Confusion about (Mean) Average Precision

2.4k Views Asked by At

In this question I asked clarifications about the precision-recall curve.

In particular, I asked if we have to consider a fixed number of rankings to draw the curve or we can reasonably choose ourselves. According to the answer, the second one is correct.

However now I have a big doubt about the Average Precision (AP) value: AP is used to estimate numerically how good is our algorithm given a certain query. Mean Average Precision (MAP) is average precision on multiple queries.

My doubt is: if AP changes according to how many objects we retrieve then we can tune this parameter to our advantage so we show the best AP value possible. For example, supposing that the p-r curve performs wonderfully until 10 elements and then horribly, we could "cheat" computing the (M)AP value considering only the first 10 elements.

I know that this could sound confusing, but I didn't find anything about this anywhere.

2

There are 2 best solutions below

1
On BEST ANSWER

AP is the area under the precision-recall curve, and the precision-recall curve is supposed to be computed over the entire returned ranked list.

It is not possible to cheat the AP by tweaking the size of the returned ranked list. AP is the area below the precision-recall curve which plots precision as a function of recall, where recall is the number of returned positives relative to the total number of positives that exist in the ground truth, not relative to the number of positives in the returned list. So if you crop the list, all you are doing is that you are cropping the precision-recall curve and ignoring to plot its tail. As AP is the area under the curve, cropping the list reduces the AP, so there is no wisdom in tweaking the ranked list size - the maximal AP is achieved if you return the entire list. You can see this for example from the code you cited in your other question - cropping the list simply corresponds to

for ( ; i<ranked_list.size(); ++i) {

changing to

for ( ; i<some_number; ++i) {

which results in fewer increments of ap (all increments are non-negative as old_precision and precision are non-negative and recall is non-decreasing) and thus smaller AP value.

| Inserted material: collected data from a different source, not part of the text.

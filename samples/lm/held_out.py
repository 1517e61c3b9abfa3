"""Held-out loss and routing agreement of packed sample language models.

Usage: held_out.py SPRIG REFERENCE.sprig MODEL.sprig [MODEL.sprig ...] [--seed 1] [--lines 20000]
                   [--compute f32|i8]

Rebuilds the held-out split and the 256 held-out windows that train_lm.py scores (same corpus
seed, line count and window seed), runs every model through `SPRIG run` (the sprig program),
and prints one JSON line per model: its held-out loss in nats per byte (mean cross-entropy of
the next byte, as train_lm.py computes it) and the share of routing decisions, over every
routed block and token, equal to those of REFERENCE.sprig (usually the float32 packing).
--compute runs the MODELs (not the reference) in that compute mode (`sprig run --compute`:
i8 quantises the activations of i8-stored weights).

    PYTHONPATH=converter/python /usr/bin/python3 samples/lm/held_out.py build/bin/sprig \\
        lm-f32.sprig lm-f16.sprig lm-i8.sprig
"""

import argparse
import json
import os
import subprocess
import sys
import tempfile

import numpy as np
import torch
import torch.nn.functional as F

sys.path.insert(0, os.path.dirname(os.path.abspath(__file__)))
from train_lm import split_corpus, windows  # noqa: E402


def run(sprig, model, tokens, work, compute="f32"):
    x = os.path.join(work, "x.npy")
    out = os.path.join(work, "logits.npy")
    routes = os.path.join(work, "routes.npz")
    np.save(x, tokens.astype(np.int32))
    subprocess.run([sprig, "run", model, "--input", x, "--output", out, "--routes", routes,
                    "--compute", compute], check=True, stdout=subprocess.DEVNULL)
    with np.load(routes) as r:
        return np.load(out), {k: r[k] for k in r.files}


def main():
    parser = argparse.ArgumentParser(description=__doc__.split("\n\n")[0])
    parser.add_argument("sprig")
    parser.add_argument("reference")
    parser.add_argument("models", nargs="+")
    parser.add_argument("--seed", type=int, default=1)
    parser.add_argument("--lines", type=int, default=20000)
    parser.add_argument("--compute", choices=["f32", "i8"], default="f32")
    args = parser.parse_args()
    # As train_lm.held_out_loss: the same split, generator seed and window count.
    _, held_out = split_corpus(args.seed, args.lines)
    x, y = windows(held_out, 256, torch.Generator().manual_seed(args.seed))
    with tempfile.TemporaryDirectory() as work:
        _, ref_routes = run(args.sprig, args.reference, x.numpy(), work)
        for model in [args.reference] + args.models:
            compute = "f32" if model == args.reference else args.compute
            logits, routes = run(args.sprig, model, x.numpy(), work, compute)
            loss = F.cross_entropy(torch.from_numpy(logits).reshape(-1, logits.shape[-1]),
                                   y.reshape(-1)).item()
            same = sum(int((routes[k] == ref_routes[k]).sum()) for k in ref_routes)
            total = sum(ref_routes[k].size for k in ref_routes)
            print(json.dumps({"model": os.path.basename(model), "compute": compute,
                              "held_out_loss": loss,
                              "route_agreement": same / total if total else 1.0}))


if __name__ == "__main__":
    main()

In practice, for purely computational reasons, you might want to crop the list at some reasonable number, e.g. 10k, as it is unlikely that AP will change much since precision@large_number is likely to be 0 unless you have an unusually large number of positives.

Your confusion might be related to the way some popular function, such as VLFeat's vl_pr compute the precision-recall curves as they assume that you've provided them the entire ranked list and therefore compute the total number of positives in the ground truth by just looking at the ranked list instead of the ground truth itself. So if you used vl_pr naively on cropped lists you could indeed cheat it, but that would be an invalid computation. I agree it's not 100% clear from the description of the function, but if you examine the documentation in more detail, you'll see it mentions NUMNEGATIVES and NUMPOSITIVES, so that if you are giving an incomplete ranked list you should set these two quantities to let the function know how to compute the precision-recall curve / AP properly. Now if you plot different crops of a ranked list using vl_pr but with the same NUMNEGATIVES and NUMPOSITIVES for all function calls, you'll see that the precision-recall curves are just crops of each other, as I was explaining above (I haven't checked this yet as I don't have matlab here, but I'm certain it's the case and if it's not we should file a bug).

2
On

What you said is partially correct. If you get reasonable MAP or AP in top N retrieved documents, its fine. Its not cheating because your IR system is retrieving good number of relevant documents in top N returned documents but yes its still missing some relevant docs. Note that for an IR system its better if it can't retrieve all relevant documents but rank all the retrieved relevant documents in higher rank and thats what AP measures. (higher rank means rank 1 or 2 instead of 100 or 101)

Consider an example, you have two relevant documents, one is returned at rank 1 and the other one is returned at rank 50. Now, if you compute MAP or AP for top 10 returned documents, then you must report the answer as MAP@10 or AP@10. Generally AP means average precision over all returned documents but if you consider the top N documents, your metric will be AP@N instead of only AP and note that, its not cheating! But yes if you compute AP@N and report as AP, then you are giving partial information to the readers.

Important fact about MAP is - If a relevant document never gets retrieved, we assume the precision corresponding to that relevant document to be zero. While computing AP, we divide accumulated precision by total relevant documents. So, when you are computing MAP@N or AP@N It means you only care about the top N returned documents by the IR system. For example, i have used MAP@100 in one of my research works.

If you have confusion about AP or MAP, you can see my brief answer explaining them here. Hopefully it will help you to clarify your confusion.